The PINI was designed to assess both nutritional status and prognosis in critically ill patients because it can be used to track most pathological conditions.(17,29) Nelson and Walsh concluded that there were no current methods that could accurately determine malnutrition in cancer and that the PINI could be helpful. Nevertheless, that pioneer study provided only preliminary information,(17) and more studies applying PINI in critically ill cancer patients are needed to be able to compare data and outcomes in the future and possibly establish a recommendation for the use of the tool.

A systematic review including critically ill cancer patients was presented by Wong et al. in 2001. Although the focus of that review was nutritional support in critically ill cancer patients, the authors briefly discussed the importance of nutritional assessment in this group of patients. From the authors’ viewpoint, all proposed methods have a number of limitations for use in risk assessment and determining nutritional status.
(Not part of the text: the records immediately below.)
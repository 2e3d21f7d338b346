import type { MailKind } from '../../shared/schemas/mail'
import { isChosenMail } from '../../shared/schemas/mail'

/** A line of a list, with the page that it is about and what else belongs to it. */
export interface LetterItem {
  text: string
  /** Path of a page of the product. */
  path: string
  under?: readonly string[]
}

/** Words of our own, the words of a person, or a list. */
export type LetterPart = { text: string } | { quote: string } | { list: readonly LetterItem[] }

/** A message before it is written out: one source of the plain text and of the HTML. */
export interface Letter {
  kind: MailKind
  subject: string
  parts: readonly LetterPart[]
  /** Where it leads. */
  action: { label: string; path: string }
  /** Why this person is written to: completes “You get this because …”. */
  because: string
}

export interface WrittenLetter {
  subject: string
  text: string
  html: string
}

const MAX_SUBJECT = 160

/** Line ends, other controls, and marks that turn the direction of the text round. */
const UNSAFE = /[\p{Cc}\p{Zl}\p{Zp}\u200E\u200F\u202A-\u202E\u2066-\u2069]+/gu

/** Text for a header: one line, whatever was typed into a name, and of a length that can be read. */
export function oneLine(text: string): string {
  const line = text.replace(UNSAFE, ' ').replace(/ {2,}/g, ' ').trim()
  const characters = [...line]
  return characters.length > MAX_SUBJECT ? `${characters.slice(0, MAX_SUBJECT - 1).join('')}…` : line
}

/** Where a person chooses among the messages of a workspace. */
const WISHES = { label: 'Choose which messages you get', path: '/account#messages' }

/** The plain text of a message; links stand on lines of their own, so that every reader finds their ends. */
function textOf({ kind, parts, action, because }: Letter, site: string): string {
  const blocks = parts.map((part) => {
    if ('text' in part) return lineByLine(part.text)
    if ('quote' in part)
      return lineByLine(part.quote)
        .split('\n')
        .map((line) => `> ${line}`.trimEnd())
        .join('\n')
    return part.list.map((item) => listedText(item, site)).join('\n')
  })
  const wishes = isChosenMail(kind) ? `\n${WISHES.label}: ${site}${WISHES.path}` : ''
  const end = `-- \nYou get this because ${oneLine(because)}.${wishes}\nEspalier, ${site}/`
  return `${[...blocks, `${action.label}:\n${site}${action.path}`, end].join('\n\n')}\n`
}

/** Text of several lines without anything unseen in them. */
export const lineByLine = (text: string): string =>
  text
    .split(/\r\n|\r|\n/)
    .map((line) => line.replace(UNSAFE, ' ').trimEnd())
    .join('\n')

const listedText = ({ text, path, under = [] }: LetterItem, site: string): string =>
  [`- ${lineByLine(text)}`, ...[`${site}${path}`, ...under.map(lineByLine)].map((line) => `  ${line}`)].join('\n')

const ESCAPES: Record<string, string> = { '&': '&amp;', '<': '&lt;', '>': '&gt;', '"': '&quot;', "'": '&#39;' }
const escapeHtml = (text: string): string => text.replace(/[&<>"']/g, (character) => ESCAPES[character]!)
const inHtml = (text: string): string => escapeHtml(lineByLine(text)).replace(/\n/g, '<br>')

/** Colours of the product's light theme; mail programs take neither variables nor style sheets. */
const STYLE = {
  body: 'margin:0;padding:24px;background:#FBFAF6;color:#1E2A26;font:16px/1.5 "IBM Plex Sans",Helvetica,Arial,sans-serif',
  page: 'max-width:36rem;margin:0 auto',
  title:
    'margin:0 0 16px;padding-bottom:8px;border-bottom:2px solid #1E2A26;font-size:20px;line-height:1.3;font-weight:500',
  paragraph: 'margin:0 0 16px',
  quote: 'margin:0 0 16px;padding:0 0 0 12px;border-left:3px solid #7C857F;color:#55605A',
  list: 'margin:0 0 16px;padding:0 0 0 20px',
  item: 'margin:0 0 8px',
  under: 'color:#55605A',
  link: 'color:#1F5D4C;text-decoration:underline',
  end: 'margin:24px 0 0;padding-top:8px;border-top:1px solid #D8D3C4;font-size:13px;color:#55605A',
} as const

const link = (label: string, address: string): string =>
  `<a href="${escapeHtml(address)}" style="${STYLE.link}">${inHtml(label)}</a>`

function partHtml(part: LetterPart, site: string): string {
  if ('text' in part) return `<p style="${STYLE.paragraph}">${inHtml(part.text)}</p>`
  if ('quote' in part) return `<blockquote style="${STYLE.quote}">${inHtml(part.quote)}</blockquote>`
  const items = part.list.map(({ text, path, under = [] }) => {
    const more = under.map((line) => `<br><span style="${STYLE.under}">${inHtml(line)}</span>`).join('')
    return `<li style="${STYLE.item}">${link(text, site + path)}${more}</li>`
  })
  return `<ul style="${STYLE.list}">${items.join('')}</ul>`
}

function htmlOf({ kind, subject, parts, action, because }: Letter, site: string): string {
  const title = escapeHtml(oneLine(subject))
  const wishes = isChosenMail(kind) ? `<br>${link(WISHES.label, site + WISHES.path)}` : ''
  const body = parts.map((part) => partHtml(part, site)).join('\n')
  return `<!doctype html>
<html lang="en"><head><meta charset="utf-8"><meta name="viewport" content="width=device-width, initial-scale=1"><meta name="color-scheme" content="light only"><title>${title}</title></head>
<body style='${STYLE.body}'><div style="${STYLE.page}">
<h1 style="${STYLE.title}">${title}</h1>
${body}
<p style="${STYLE.paragraph}">${link(action.label, site + action.path)}</p>
<p style="${STYLE.end}">You get this because ${inHtml(oneLine(because))}.${wishes}<br>Espalier, ${link(site, `${site}/`)}</p>
</div></body></html>
`
}

/**
 * Writes a message out as plain text and as HTML that says the same and asks no other host for anything.
 * @param site address of the product, without a slash at its end
 */
export const writeLetter = (letter: Letter, site: string): WrittenLetter => ({
  subject: oneLine(letter.subject),
  text: textOf(letter, site),
  html: htmlOf(letter, site),
})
Therefore, no standardized recommendation can be provided yet.(4)

Recently, a systematic review to study construct or criterion validity and the predictive validity of nutrition screening tools for the general hospital population was presented. One of the limitations was the heterogeneity of the population. Therefore, the next step for future research would be to apply different tools in the same patient population, allowing for comparisons between tools and pooling of results. The authors reported that all 32 assessed tools showed inconsistent results with regard to construct validity. In conclusion, the group advised not developing any other assessment tools and never relying solely on a single tool to screen or assess patients’ nutritional status. In the absence of a recognized gold standard for the assessment of malnutrition, the research group considered assessment of anthropometric measures and the subjective global assessment to be ‘valid’ reference methods. Screening tools and laboratory values were thus considered less valid comparisons.(10)

We agree that nutritional risk assessment in critically ill cancer patients should be performed by combining distinct methods, considering all limitations and aiming to establish as reliable and complete a nutritional diagnosis as possible. However, in clinical practice, it is necessary to know the tools currently applied for the treatment of critically ill cancer patients and to discuss the pros and cons of these assessments to develop a new tool to assess the nutritional risk and nutritional status of this group.

This systematic review has some limitations. Only 6 studies assessed nutritional risk in cancer patients who had complications. Importantly, of the total of 6 articles included in this systematic review, 3 were pioneers in most methods of nutritional assessment in this group of patients,(14,16,17) clearly demonstrating that there are no sufficient comparative studies. In addition, cancer patients were not divided into categories according to the anticancer treatment they were receiving to provide better assessment of nutritional risk. However, the instruments used in clinical practice do not consider the risks and complications of treatments in oncology, such as side effects of chemotherapy and radiotherapy and the implications of the postoperative inflammatory response.(8)

CONCLUSION

Because no clear recommendation can yet be given regarding nutritional risk in critically ill cancer patients due to the lack of evidence from comparative studies, it is suggested that assessment should be performed by combining different methods and taking into account the limitations of each method. Considering the main outcomes using the various tools, methods of nutritional assessment should be based on combined estimations of weight loss, serum measurement of C-reactive protein, albumin, urea, creatinine and alkaline phosphatase, preferably along other methods using scores such as Eastern Cooperative Oncology Group performance status, Glasgow Prognostic Score and Patient-Generated Subjective Global Assessment.